In recognition of subscribers’ need for OTT (“third and fourth screen”) solutions, many pay-TV operators and channel operators such as HBO and ESPN offer pay-TV subscribers access to most or all of their VOD content via Web-based services to broadband-connected computers, smartphones and even gaming platforms. Such services are typically free of charge to pay-TV subscribers whose plans or packages give access to these channels. Pay-TV operators fear being reduced to eventual irrelevance if such exclusive content becomes unmoored from the need to subscribe to their own services, and although this threshold is far from having been universally reached, the trend is definitely in this direction and it is unclear whether pay-TV operators can slow it or stop it.
Such services, which are technically separate from pay-TV operators although requiring subscriptions to them, compete directly with independent OTT services. The latter have large but far from comprehensive libraries, and usually do not include the original programming of premium channels such as those of HBO, or sports. Their selections are further limited by some content owners’ decisions not to cooperate in principle (such as Disney, which pulled its content from the independents, but not from pay-TV operations, in August 2017 to set up its own OTT service), and by the challenge of clearing global and local rights for companies with global ambitions such as Netflix. However, their low pricing permits subscribing to two or three, as an increasing percentage of households do, at a monthly cost similar to a package of premium channels.

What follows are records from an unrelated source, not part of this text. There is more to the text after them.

package org.risetrace.sim;


import org.risetrace.registration.Homography;
import java.util.ArrayList;
import java.util.List;
import java.util.SplittableRandom;

/**
 * Renders what the camera sees: a board-space texture (parts, leads, silkscreen, exposed copper, holes, solder
 * mask) carrying object temperature and emissivity, turned into apparent temperature per material, resampled into
 * each frame through the frame's homography with sub-pixel supersampling (box average over the pixel), blurred by
 * a Gaussian point-spread function, then given fixed-pattern and temporal noise.
 *
 * <p>The blur is applied to apparent temperature rather than radiance: over the few tens of kelvin of a bench
 * scene the band radiance is close to linear in temperature, so the difference is small.
 */
final class Renderer {
    static final byte MODE_BOARD = 0, MODE_PART = 1, MODE_LEAD = 2, MODE_MAT = 3;

    private final Scenario s;
    private final BoardModel bm;
    final int tw, th;
    final double texelMm;
    private final byte[] mode;
    private final byte[] cls;
    private final short[] owner;
    private final List<Double> classEmissivity = new ArrayList<>();
    private ApparentTable[] tables;
    private final int matClass;
    private final float[] fixedPattern;
    private final float[] kernel;
    final int width, height;

    Renderer(Scenario s, BoardModel bm) {
        this.s = s;
        this.bm = bm;
        Scenario.CameraSpec c = s.camera();
        width = c.width();
        height = c.height();
        Scenario.BoardSpec b = s.board();
        double pxPerMm = c.focalPx() / c.distanceMm() * (1 + c.motionOrDefault().scaleOrDefault());
        texelMm = Math.max(0.03, Math.min(0.5, 1.0 / (3.0 * pxPerMm)));
        tw = (int) Math.ceil(b.widthMm() / texelMm);
        th = (int) Math.ceil(b.heightMm() / texelMm);
        mode = new byte[tw * th];
        cls = new byte[tw * th];
        owner = new short[tw * th];
        int mask = classOf(b.maskEmissivityOrDefault());
        int silk = classOf(b.silkEmissivityOrDefault());
        int tinned = classOf(Materials.TINNED_LEAD_EMISSIVITY);
        matClass = classOf(c.backgroundEmissivityOrDefault());
        List<Scenario.PartSpec> parts = bm.parts;
        int[] bodyClass = new int[parts.size()], leadClass = new int[parts.size()];
        for (int p = 0; p < parts.size(); p++) {
            bodyClass[p] = classOf(parts.get(p).emissivityOrDefault());
            leadClass[p] = classOf(parts.get(p).leadEmissivityOrDefault());
        }
        double dx = b.widthMm() / tw, dy = b.heightMm() / th;
        java.util.Arrays.fill(cls, (byte) mask);
        java.util.Arrays.fill(owner, (short) -1);
        for (Scenario.TraceSpec tr : b.tracesOrEmpty()) {
            if (!tr.exposedOrFalse()) continue;
            double[] bb = bounds(tr);
            forBox(bb, dx, dy, (t, x, y) -> {
                if (tr.distanceMm(x, y) <= tr.widthMm() / 2) cls[t] = (byte) tinned;
            });
        }
        for (Scenario.PartSpec p : parts) {
            // silkscreen: a 0.15 mm line drawn 0.3 mm outside each part's outline (common practice in layouts)
            double ca = Math.cos(Math.toRadians(p.rotationOrZero())), sa = Math.sin(Math.toRadians(p.rotationOrZero()));
            double r = 0.5 * Math.hypot(p.wMm(), p.hMm()) + 0.5;
            forBox(new double[]{p.xMm() - r, p.yMm() - r, p.xMm() + r, p.yMm() + r}, dx, dy, (t, x, y) -> {
                double ddx = x - p.xMm(), ddy = y - p.yMm();
                double u = ddx * ca - ddy * sa, v = ddx * sa + ddy * ca;
                double outside = Math.max(Math.abs(u) - (p.wMm() / 2 + 0.3), Math.abs(v) - (p.hMm() / 2 + 0.3));
                if (outside <= 0 && outside >= -0.15) cls[t] = (byte) silk;
            });
        }
        for (int pi = 0; pi < parts.size(); pi++) {
            final int p = pi;
            Scenario.PartSpec part = parts.get(p);
            double ca = Math.cos(Math.toRadians(part.rotationOrZero())), sa = Math.sin(Math.toRadians(part.rotationOrZero()));
            double r = 0.5 * Math.hypot(part.wMm(), part.hMm());
            double hw = part.wMm() / 2, hh = part.hMm() / 2;
            String leads = part.leadsOrDefault();
            double cap = Math.max(Math.min(0.22 * part.wMm(), 1.5), texelMm);
            double band = Math.max(0.18 * part.hMm(), texelMm);
            double pitch = part.wMm() > 4 ? 1.27 : 0.65;
            forBox(new double[]{part.xMm() - r, part.yMm() - r, part.xMm() + r, part.yMm() + r}, dx, dy, (t, x, y) -> {
                double ddx = x - part.xMm(), ddy = y - part.yMm();
                double u = ddx * ca - ddy * sa, v = ddx * sa + ddy * ca;
                if (Math.abs(u) > hw || Math.abs(v) > hh) return;
                byte m = MODE_PART;
                int k = bodyClass[p];
                int own = p;
                if (leads.equals("ends") && Math.abs(u) > hw - cap) {
                    m = MODE_LEAD;
                    k = leadClass[p];
                } else if (leads.equals("sides") && Math.abs(v) > hh - band) {
                    double pos = (u + hw) / pitch;
                    double frac = pos - Math.floor(pos);
                    if (frac > 0.25 && frac < 0.75) {
                        m = MODE_LEAD;
                        k = leadClass[p];
                    } else {
                        return; // board between gull-wing leads
                    }
                }
                mode[t] = m;
                cls[t] = (byte) k;
                owner[t] = (short) own;
            });
        }
        for (Scenario.HoleSpec hole : b.holesOrEmpty()) {
            double r = hole.diameterMm() / 2 + hole.ringOrDefault();
            forBox(new double[]{hole.xMm() - r, hole.yMm() - r, hole.xMm() + r, hole.yMm() + r}, dx, dy, (t, x, y) -> {
                double rr = Math.hypot(x - hole.xMm(), y - hole.yMm());
                if (rr <= hole.diameterMm() / 2) {
                    mode[t] = MODE_MAT; cls[t] = (byte) matClass; owner[t] = -1;
                } else if (rr <= r) {
                    mode[t] = MODE_BOARD; cls[t] = (byte) tinned; owner[t] = -1;
                }
            });
        }
        SplittableRandom rnd = new SplittableRandom(s.seed() ^ 0x66697865645F7074L);
        fixedPattern = new float[width * height];
        double fpn = c.fixedPatternOrDefault();
        for (int i = 0; i < fixedPattern.length; i++) fixedPattern[i] = (float) (fpn * rnd.nextGaussian());
        double sigma = c.blurOrDefault();
        if (sigma > 0) {
            int rad = (int) Math.ceil(3 * sigma);
            kernel = new float[2 * rad + 1];
            double sum = 0;
            for (int i = -rad; i <= rad; i++) sum += Math.exp(-0.5 * i * i / (sigma * sigma));
            for (int i = -rad; i <= rad; i++) kernel[i + rad] = (float) (Math.exp(-0.5 * i * i / (sigma * sigma)) / sum);
        } else {
            kernel = null;
        }
    }

    private interface TexelVisitor {
        void visit(int texel, double xMm, double yMm);
    }

    private void forBox(double[] bb, double dx, double dy, TexelVisitor v) {
        int i0 = Math.max(0, (int) Math.floor(bb[0] / dx)), i1 = Math.min(tw - 1, (int) Math.floor(bb[2] / dx));
        int j0 = Math.max(0, (int) Math.floor(bb[1] / dy)), j1 = Math.min(th - 1, (int) Math.floor(bb[3] / dy));
        for (int j = j0; j <= j1; j++)
            for (int i = i0; i <= i1; i++) v.visit(j * tw + i, (i + 0.5) * dx, (j + 0.5) * dy);
    }

    private static double[] bounds(Scenario.TraceSpec t) {
        double x0 = Double.POSITIVE_INFINITY, y0 = x0, x1 = Double.NEGATIVE_INFINITY, y1 = x1;
        for (double[] pt : t.pointsMm()) {
            x0 = Math.min(x0, pt[0]); y0 = Math.min(y0, pt[1]);
            x1 = Math.max(x1, pt[0]); y1 = Math.max(y1, pt[1]);
        }
        return new double[]{x0 - t.widthMm(), y0 - t.widthMm(), x1 + t.widthMm(), y1 + t.widthMm()};
    }

    private int classOf(double e) {
        int i = classEmissivity.indexOf(e);
        if (i >= 0) return i;
        classEmissivity.add(e);
        if (classEmissivity.size() > 120) throw new IllegalArgumentException("too many distinct emissivities");
        return classEmissivity.size() - 1;
    }

    /** Builds the apparent-temperature tables over [loC, hiC] of object temperature. */
    void prepare(double loC, double hiC) {
        double refl = s.reflectedCOrDefault();
        double lo = Math.min(loC, refl) - 2, hi = Math.max(hiC, refl) + 2;
        tables = new ApparentTable[classEmissivity.size()];
        for (int k = 0; k < tables.length; k++)
            tables[k] = new ApparentTable(classEmissivity.get(k), refl, s.camera().bandOrDefault(), lo, hi);
    }

    /** Per-thread scratch buffers. */
    final class Buffers {
        final float[] texApparent = new float[tw * th];
        final float[] image = new float[width * height];
        final float[] tmp = new float[width * height];
    }

    Buffers buffers() { return new Buffers(); }

    /**
     * Renders one frame into {@code buf.image}: apparent temperature in degrees Celsius with noise.
     *
     * @param cellsC    board cell temperatures
     * @param partsC    part node temperatures
     * @param ambientC  room temperature (the bench mat's temperature)
     * @param boardToFrame homography board mm to frame px
     * @param noiseSeed seed of this frame's temporal noise
     */
    void render(float[] cellsC, double[] partsC, double ambientC, Homography boardToFrame, long noiseSeed, Buffers buf) {
        Scenario.BoardSpec b = s.board();
        double dx = b.widthMm() / tw, dy = b.heightMm() / th;
        float[] tex = buf.texApparent;
        for (int j = 0; j < th; j++) {
            double y = (j + 0.5) * dy;
            for (int i = 0; i < tw; i++) {
                int t = j * tw + i;
                double obj;
                switch (mode[t]) {
                    case MODE_PART -> obj = partsC[owner[t]];
                    case MODE_LEAD -> obj = 0.5 * (partsC[owner[t]]
                            + BoardModel.boardAt(cellsC, bm.nx, bm.ny, bm.dxMm, bm.dyMm, (i + 0.5) * dx, y));
                    case MODE_MAT -> obj = ambientC;
                    default -> obj = BoardModel.boardAt(cellsC, bm.nx, bm.ny, bm.dxMm, bm.dyMm, (i + 0.5) * dx, y);
                }
                tex[t] = (float) tables[cls[t]].apply(obj);
            }
        }
        float matApparent = (float) tables[matClass].apply(ambientC);
        double[] h = boardToFrame.inverse().values();
        int ss = s.camera().supersampleOrDefault();
        double wMm = b.widthMm(), hMm = b.heightMm();
        float[] img = buf.image;
        double inv = 1.0 / (ss * ss);
        for (int py = 0; py < height; py++) {
            for (int px = 0; px < width; px++) {
                double acc = 0;
                for (int sj = 0; sj < ss; sj++) {
                    double v = py - 0.5 + (sj + 0.5) / ss;
                    for (int si = 0; si < ss; si++) {
                        double u = px - 0.5 + (si + 0.5) / ss;
                        double w = h[6] * u + h[7] * v + h[8];
                        double xm = (h[0] * u + h[1] * v + h[2]) / w, ym = (h[3] * u + h[4] * v + h[5]) / w;
                        if (xm < 0 || ym < 0 || xm >= wMm || ym >= hMm) {
                            acc += matApparent;
                        } else {
                            double fx = xm / dx - 0.5, fy = ym / dy - 0.5;
                            if (fx < 0) fx = 0;
                            if (fy < 0) fy = 0;
                            if (fx > tw - 1) fx = tw - 1;
                            if (fy > th - 1) fy = th - 1;
                            int i = Math.min((int) fx, Math.max(0, tw - 2)), j = Math.min((int) fy, Math.max(0, th - 2));
                            double ax = fx - i, ay = fy - j;
                            int i1 = Math.min(i + 1, tw - 1), j1 = Math.min(j + 1, th - 1);
                            acc += (1 - ay) * ((1 - ax) * tex[j * tw + i] + ax * tex[j * tw + i1])
                                    + ay * ((1 - ax) * tex[j1 * tw + i] + ax * tex[j1 * tw + i1]);
                        }
                    }
                }
                img[py * width + px] = (float) (acc * inv);
            }
        }
        if (kernel != null) blur(img, buf.tmp);
        SplittableRandom rnd = new SplittableRandom(noiseSeed);
        double netd = s.camera().netdOrDefault();
        for (int i = 0; i < img.length; i++) img[i] = (float) (img[i] + fixedPattern[i] + netd * rnd.nextGaussian());
    }

    /** Separable Gaussian convolution with clamped borders. */
    private void blur(float[] img, float[] tmp) {
        int rad = kernel.length / 2;
        for (int y = 0; y < height; y++) {
            int row = y * width;
            for (int x = 0; x < width; x++) {
                double acc = 0;
                for (int k = -rad; k <= rad; k++) {
                    int xx = Math.max(0, Math.min(width - 1, x + k));
                    acc += kernel[k + rad] * img[row + xx];
                }
                tmp[row + x] = (float) acc;
            }
        }
        for (int y = 0; y < height; y++) {
            for (int x = 0; x < width; x++) {
                double acc = 0;
                for (int k = -rad; k <= rad; k++) {
                    int yy = Math.max(0, Math.min(height - 1, y + k));
                    acc += kernel[k + rad] * tmp[yy * width + x];
                }
                img[y * width + x] = (float) acc;
            }
        }
    }
}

An interest in sports, still mostly dependent on pay-TV subscriptions, or in original programming of premium channels, are the two main obstacles remaining before “cord cutters”. It is also unclear whether a cord cutter with broad interests might not have to pay more for OTT access à la carte than he would for a pay-TV subscription allowing the same or greater access. Whether the next generation of “cord nevers”, who may have been exposed (or not) to free-to-air TV but have never had a pay-TV subscription, can emerge from the low-viewing trough of their teens and twenties and as often become so interested in spectator sports for this to become a problem, might be too early to tell. It is clear, though, that the global proliferation of well-funded, profitable, inexpensive OTT services represents pay-TV’s most formidable adversary in its more than 40 years of existence.